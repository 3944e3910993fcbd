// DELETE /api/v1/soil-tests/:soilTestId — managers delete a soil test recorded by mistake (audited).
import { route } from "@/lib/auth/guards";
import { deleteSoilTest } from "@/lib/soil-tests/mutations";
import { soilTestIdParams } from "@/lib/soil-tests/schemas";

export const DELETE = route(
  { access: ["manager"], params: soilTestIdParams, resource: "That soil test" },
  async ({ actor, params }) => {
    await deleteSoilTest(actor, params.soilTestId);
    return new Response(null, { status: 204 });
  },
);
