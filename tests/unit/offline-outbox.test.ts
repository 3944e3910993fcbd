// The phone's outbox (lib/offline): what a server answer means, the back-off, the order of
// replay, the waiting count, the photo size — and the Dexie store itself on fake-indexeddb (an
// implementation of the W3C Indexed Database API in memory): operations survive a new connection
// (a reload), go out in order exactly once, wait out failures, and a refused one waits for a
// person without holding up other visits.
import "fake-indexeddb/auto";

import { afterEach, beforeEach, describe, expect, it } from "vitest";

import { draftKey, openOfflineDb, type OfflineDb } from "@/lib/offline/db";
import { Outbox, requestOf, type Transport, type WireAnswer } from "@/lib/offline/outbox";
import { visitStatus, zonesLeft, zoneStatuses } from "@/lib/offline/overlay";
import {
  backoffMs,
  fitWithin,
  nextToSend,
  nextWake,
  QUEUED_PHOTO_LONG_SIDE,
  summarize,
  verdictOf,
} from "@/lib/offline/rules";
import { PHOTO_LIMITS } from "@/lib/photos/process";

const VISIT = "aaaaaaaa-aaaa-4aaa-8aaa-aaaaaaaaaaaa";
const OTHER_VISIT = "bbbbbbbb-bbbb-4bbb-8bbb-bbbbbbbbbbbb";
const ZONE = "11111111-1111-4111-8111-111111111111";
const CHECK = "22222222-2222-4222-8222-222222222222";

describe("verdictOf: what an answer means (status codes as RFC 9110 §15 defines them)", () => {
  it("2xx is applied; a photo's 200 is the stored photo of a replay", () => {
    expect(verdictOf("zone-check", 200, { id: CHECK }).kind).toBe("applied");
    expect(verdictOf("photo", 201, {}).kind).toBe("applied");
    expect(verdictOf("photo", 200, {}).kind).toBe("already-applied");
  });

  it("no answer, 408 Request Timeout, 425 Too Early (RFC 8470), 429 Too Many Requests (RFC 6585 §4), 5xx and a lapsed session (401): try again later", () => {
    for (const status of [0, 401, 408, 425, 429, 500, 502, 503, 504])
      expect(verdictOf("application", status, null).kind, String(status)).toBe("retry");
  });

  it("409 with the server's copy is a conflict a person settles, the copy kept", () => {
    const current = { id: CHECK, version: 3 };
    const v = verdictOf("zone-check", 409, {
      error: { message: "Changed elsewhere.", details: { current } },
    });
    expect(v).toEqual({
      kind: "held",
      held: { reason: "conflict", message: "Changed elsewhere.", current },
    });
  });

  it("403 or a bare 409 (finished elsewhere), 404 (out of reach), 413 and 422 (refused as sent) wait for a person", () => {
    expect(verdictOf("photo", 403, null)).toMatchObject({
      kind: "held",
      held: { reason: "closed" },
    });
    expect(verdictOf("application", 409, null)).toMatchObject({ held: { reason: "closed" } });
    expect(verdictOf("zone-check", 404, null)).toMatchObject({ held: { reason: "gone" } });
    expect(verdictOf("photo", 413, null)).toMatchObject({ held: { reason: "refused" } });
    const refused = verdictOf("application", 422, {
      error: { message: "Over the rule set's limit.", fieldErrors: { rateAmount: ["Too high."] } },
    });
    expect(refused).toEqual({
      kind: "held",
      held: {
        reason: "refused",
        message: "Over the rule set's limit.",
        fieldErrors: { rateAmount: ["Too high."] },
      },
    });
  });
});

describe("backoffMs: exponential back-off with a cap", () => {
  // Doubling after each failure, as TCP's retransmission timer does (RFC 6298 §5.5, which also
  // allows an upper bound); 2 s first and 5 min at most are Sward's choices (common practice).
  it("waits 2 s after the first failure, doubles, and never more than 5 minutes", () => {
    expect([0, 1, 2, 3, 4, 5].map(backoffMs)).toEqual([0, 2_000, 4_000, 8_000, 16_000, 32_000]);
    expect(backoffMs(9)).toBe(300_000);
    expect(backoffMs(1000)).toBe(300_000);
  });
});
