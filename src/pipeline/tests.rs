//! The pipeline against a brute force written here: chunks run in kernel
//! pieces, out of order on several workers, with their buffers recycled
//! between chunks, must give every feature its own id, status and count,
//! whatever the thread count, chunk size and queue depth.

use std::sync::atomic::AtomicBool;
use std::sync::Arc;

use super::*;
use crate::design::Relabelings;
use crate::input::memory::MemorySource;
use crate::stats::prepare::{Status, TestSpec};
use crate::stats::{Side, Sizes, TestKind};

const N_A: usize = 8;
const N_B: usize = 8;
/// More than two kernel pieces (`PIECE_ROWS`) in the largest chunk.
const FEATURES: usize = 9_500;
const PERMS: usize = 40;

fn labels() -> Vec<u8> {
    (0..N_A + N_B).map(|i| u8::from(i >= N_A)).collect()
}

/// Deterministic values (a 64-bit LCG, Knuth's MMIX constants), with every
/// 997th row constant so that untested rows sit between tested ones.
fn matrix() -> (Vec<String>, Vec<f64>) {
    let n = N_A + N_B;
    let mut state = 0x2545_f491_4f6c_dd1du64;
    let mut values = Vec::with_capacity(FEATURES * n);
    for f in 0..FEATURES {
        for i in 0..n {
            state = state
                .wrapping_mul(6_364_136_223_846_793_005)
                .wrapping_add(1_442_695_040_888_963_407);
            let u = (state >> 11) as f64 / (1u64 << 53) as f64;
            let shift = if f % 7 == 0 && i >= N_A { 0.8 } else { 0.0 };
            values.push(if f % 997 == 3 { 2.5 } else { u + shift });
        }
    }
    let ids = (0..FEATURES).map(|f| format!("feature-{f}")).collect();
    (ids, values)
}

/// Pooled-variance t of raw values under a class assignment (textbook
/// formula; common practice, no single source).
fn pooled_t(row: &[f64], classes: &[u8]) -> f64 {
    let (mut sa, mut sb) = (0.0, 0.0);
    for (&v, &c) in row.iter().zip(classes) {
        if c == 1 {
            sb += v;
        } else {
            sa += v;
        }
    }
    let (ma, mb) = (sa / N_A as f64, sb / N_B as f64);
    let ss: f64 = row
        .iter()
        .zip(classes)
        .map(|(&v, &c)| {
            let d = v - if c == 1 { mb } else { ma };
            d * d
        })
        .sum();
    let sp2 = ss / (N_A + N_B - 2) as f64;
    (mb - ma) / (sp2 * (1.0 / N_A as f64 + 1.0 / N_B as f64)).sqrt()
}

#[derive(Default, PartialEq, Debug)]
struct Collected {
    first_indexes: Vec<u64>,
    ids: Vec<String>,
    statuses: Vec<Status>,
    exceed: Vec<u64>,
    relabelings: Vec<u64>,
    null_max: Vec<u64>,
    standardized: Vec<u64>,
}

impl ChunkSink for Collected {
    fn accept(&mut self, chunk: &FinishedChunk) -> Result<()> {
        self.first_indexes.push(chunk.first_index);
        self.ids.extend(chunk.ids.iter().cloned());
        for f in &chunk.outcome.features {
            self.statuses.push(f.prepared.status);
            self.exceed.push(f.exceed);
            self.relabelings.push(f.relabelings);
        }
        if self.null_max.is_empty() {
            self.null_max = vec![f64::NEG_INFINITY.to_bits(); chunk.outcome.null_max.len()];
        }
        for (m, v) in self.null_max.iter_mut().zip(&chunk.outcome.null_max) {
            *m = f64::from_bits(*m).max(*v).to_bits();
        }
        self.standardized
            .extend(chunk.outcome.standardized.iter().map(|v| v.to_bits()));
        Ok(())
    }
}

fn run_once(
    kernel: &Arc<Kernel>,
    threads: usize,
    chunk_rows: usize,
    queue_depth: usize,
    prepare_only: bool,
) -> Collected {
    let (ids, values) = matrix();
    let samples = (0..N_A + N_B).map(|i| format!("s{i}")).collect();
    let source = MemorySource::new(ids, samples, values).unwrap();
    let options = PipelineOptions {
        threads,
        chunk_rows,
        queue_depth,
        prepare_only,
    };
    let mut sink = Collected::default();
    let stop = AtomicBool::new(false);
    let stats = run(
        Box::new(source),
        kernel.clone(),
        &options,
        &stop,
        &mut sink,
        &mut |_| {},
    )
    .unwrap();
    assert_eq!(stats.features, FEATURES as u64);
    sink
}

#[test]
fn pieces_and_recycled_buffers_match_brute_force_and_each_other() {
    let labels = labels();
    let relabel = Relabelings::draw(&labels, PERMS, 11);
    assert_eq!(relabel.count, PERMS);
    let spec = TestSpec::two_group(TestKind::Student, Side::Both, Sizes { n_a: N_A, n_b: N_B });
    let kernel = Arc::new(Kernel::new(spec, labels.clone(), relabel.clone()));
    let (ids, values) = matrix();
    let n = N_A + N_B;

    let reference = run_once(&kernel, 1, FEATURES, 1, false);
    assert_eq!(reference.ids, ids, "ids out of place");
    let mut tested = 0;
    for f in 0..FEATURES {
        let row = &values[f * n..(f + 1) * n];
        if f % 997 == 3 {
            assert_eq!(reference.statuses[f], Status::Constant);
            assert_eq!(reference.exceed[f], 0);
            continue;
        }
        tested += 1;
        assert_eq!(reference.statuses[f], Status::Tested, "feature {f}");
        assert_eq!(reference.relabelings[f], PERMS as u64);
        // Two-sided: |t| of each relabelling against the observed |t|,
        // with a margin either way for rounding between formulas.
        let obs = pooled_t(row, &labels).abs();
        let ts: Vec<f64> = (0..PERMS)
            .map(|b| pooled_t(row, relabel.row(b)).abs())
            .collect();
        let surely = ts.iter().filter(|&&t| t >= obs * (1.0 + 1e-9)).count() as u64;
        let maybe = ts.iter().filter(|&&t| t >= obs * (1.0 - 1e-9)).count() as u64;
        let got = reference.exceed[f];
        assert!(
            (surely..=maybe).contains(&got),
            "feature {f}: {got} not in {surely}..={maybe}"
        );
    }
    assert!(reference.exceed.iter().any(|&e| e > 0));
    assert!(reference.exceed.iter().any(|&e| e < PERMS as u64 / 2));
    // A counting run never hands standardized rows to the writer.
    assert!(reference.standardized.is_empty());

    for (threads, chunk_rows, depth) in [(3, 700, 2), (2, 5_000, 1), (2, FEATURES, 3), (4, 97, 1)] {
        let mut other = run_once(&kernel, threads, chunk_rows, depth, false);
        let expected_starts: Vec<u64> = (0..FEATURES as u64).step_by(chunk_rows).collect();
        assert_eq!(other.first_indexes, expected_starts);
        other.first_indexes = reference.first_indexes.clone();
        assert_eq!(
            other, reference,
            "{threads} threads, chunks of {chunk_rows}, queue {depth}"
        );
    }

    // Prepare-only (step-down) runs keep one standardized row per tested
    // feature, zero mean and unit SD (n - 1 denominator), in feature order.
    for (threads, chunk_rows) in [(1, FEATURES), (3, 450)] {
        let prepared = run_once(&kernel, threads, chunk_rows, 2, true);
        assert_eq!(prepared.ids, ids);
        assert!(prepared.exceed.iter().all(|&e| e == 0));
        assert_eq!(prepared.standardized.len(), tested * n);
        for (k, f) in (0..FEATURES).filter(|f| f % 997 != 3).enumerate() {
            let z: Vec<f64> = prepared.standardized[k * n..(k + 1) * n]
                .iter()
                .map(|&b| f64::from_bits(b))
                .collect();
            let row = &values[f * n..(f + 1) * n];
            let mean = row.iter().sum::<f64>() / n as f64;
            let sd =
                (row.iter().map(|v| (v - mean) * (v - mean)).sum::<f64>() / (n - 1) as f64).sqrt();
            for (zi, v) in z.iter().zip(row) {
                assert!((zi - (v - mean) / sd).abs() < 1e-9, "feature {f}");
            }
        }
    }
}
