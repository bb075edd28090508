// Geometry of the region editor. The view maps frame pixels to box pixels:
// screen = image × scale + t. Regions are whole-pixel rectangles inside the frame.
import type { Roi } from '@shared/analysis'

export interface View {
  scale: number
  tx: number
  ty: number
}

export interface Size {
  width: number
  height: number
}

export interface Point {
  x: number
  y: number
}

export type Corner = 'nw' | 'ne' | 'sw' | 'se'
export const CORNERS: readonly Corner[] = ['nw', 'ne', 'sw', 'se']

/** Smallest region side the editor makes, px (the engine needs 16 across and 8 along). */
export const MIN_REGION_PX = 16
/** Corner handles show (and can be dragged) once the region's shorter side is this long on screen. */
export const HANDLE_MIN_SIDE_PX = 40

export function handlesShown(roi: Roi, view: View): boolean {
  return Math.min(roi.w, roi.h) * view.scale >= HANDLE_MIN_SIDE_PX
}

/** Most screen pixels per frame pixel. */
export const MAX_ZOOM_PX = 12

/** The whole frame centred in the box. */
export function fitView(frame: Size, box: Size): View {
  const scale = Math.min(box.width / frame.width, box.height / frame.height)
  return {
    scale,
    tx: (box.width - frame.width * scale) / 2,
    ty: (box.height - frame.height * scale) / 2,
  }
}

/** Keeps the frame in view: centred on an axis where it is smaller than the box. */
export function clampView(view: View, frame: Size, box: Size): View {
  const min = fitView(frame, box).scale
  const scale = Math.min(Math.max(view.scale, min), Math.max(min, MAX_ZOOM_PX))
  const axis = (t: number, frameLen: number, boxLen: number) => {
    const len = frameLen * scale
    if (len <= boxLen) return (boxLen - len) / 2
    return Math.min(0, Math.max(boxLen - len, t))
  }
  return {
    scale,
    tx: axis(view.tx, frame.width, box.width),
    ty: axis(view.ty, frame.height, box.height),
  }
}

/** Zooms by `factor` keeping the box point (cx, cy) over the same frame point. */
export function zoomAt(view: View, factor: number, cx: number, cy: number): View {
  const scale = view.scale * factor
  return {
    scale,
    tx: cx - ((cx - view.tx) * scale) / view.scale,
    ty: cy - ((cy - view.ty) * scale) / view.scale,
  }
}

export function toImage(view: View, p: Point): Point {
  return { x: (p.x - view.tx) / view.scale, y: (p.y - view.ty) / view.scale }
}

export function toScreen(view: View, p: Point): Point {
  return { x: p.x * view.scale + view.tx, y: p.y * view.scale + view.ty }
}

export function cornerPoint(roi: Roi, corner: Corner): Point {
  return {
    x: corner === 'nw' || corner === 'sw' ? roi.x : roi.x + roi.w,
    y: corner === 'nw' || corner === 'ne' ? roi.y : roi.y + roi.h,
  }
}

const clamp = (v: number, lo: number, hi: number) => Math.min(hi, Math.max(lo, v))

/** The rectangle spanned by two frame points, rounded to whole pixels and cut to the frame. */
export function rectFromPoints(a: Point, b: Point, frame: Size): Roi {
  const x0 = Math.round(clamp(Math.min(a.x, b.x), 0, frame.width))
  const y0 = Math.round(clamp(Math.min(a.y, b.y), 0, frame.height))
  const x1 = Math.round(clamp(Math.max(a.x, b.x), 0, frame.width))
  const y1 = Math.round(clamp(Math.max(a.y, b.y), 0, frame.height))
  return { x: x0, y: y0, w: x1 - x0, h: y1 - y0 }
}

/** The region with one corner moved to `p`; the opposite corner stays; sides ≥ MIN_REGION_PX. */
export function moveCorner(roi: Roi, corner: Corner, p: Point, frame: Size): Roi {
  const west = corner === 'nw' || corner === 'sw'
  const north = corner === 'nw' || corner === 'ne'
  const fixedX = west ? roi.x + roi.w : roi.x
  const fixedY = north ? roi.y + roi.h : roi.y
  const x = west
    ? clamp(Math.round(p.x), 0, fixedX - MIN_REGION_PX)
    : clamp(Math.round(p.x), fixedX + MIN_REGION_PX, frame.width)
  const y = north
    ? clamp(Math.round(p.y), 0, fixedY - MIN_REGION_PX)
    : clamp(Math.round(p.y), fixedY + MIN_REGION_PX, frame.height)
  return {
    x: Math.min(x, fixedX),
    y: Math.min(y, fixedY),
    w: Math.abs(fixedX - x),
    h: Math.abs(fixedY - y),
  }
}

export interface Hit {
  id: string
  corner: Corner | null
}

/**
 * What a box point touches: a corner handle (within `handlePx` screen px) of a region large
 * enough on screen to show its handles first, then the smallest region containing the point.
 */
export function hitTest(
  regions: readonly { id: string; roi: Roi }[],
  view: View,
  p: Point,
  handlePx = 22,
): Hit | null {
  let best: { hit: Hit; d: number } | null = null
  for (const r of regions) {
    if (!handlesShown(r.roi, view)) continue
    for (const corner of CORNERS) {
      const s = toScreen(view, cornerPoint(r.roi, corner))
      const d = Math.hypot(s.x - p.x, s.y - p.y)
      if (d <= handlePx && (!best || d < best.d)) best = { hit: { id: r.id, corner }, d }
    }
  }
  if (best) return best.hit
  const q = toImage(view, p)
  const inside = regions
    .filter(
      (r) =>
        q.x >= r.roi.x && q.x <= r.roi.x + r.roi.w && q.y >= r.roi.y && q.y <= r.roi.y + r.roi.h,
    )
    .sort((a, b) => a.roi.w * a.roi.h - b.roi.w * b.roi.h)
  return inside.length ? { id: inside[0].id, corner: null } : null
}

--------------------------------

▶ _WORK TASK_
Please return the lines above that run from the line containing "const N_A: usize = 8;" to the line containing "let mut values", inclusive, exactly and with no other lines.

▶ _TASK OUTPUT_
const N_A: usize = 8;
const N_B: usize = 8;
/// More than two kernel pieces (`PIECE_ROWS`) in the largest chunk.
const FEATURES: usize = 9_500;
const PERMS: usize = 40;

fn labels() -> Vec<u8> {
    (0..N_A + N_B).map(|i| u8::from(i >= N_A)).collect()
}

/// Deterministic values (a 64-bit LCG, Knuth's MMIX constants), with every
/// 997th row constant so that untested rows sit between tested ones.
fn matrix() -> (Vec<String>, Vec<f64>) {
    let n = N_A + N_B;
    let mut state = 0x2545_f491_4f6c_dd1du64;
    let mut values = Vec::with_capacity(FEATURES * n);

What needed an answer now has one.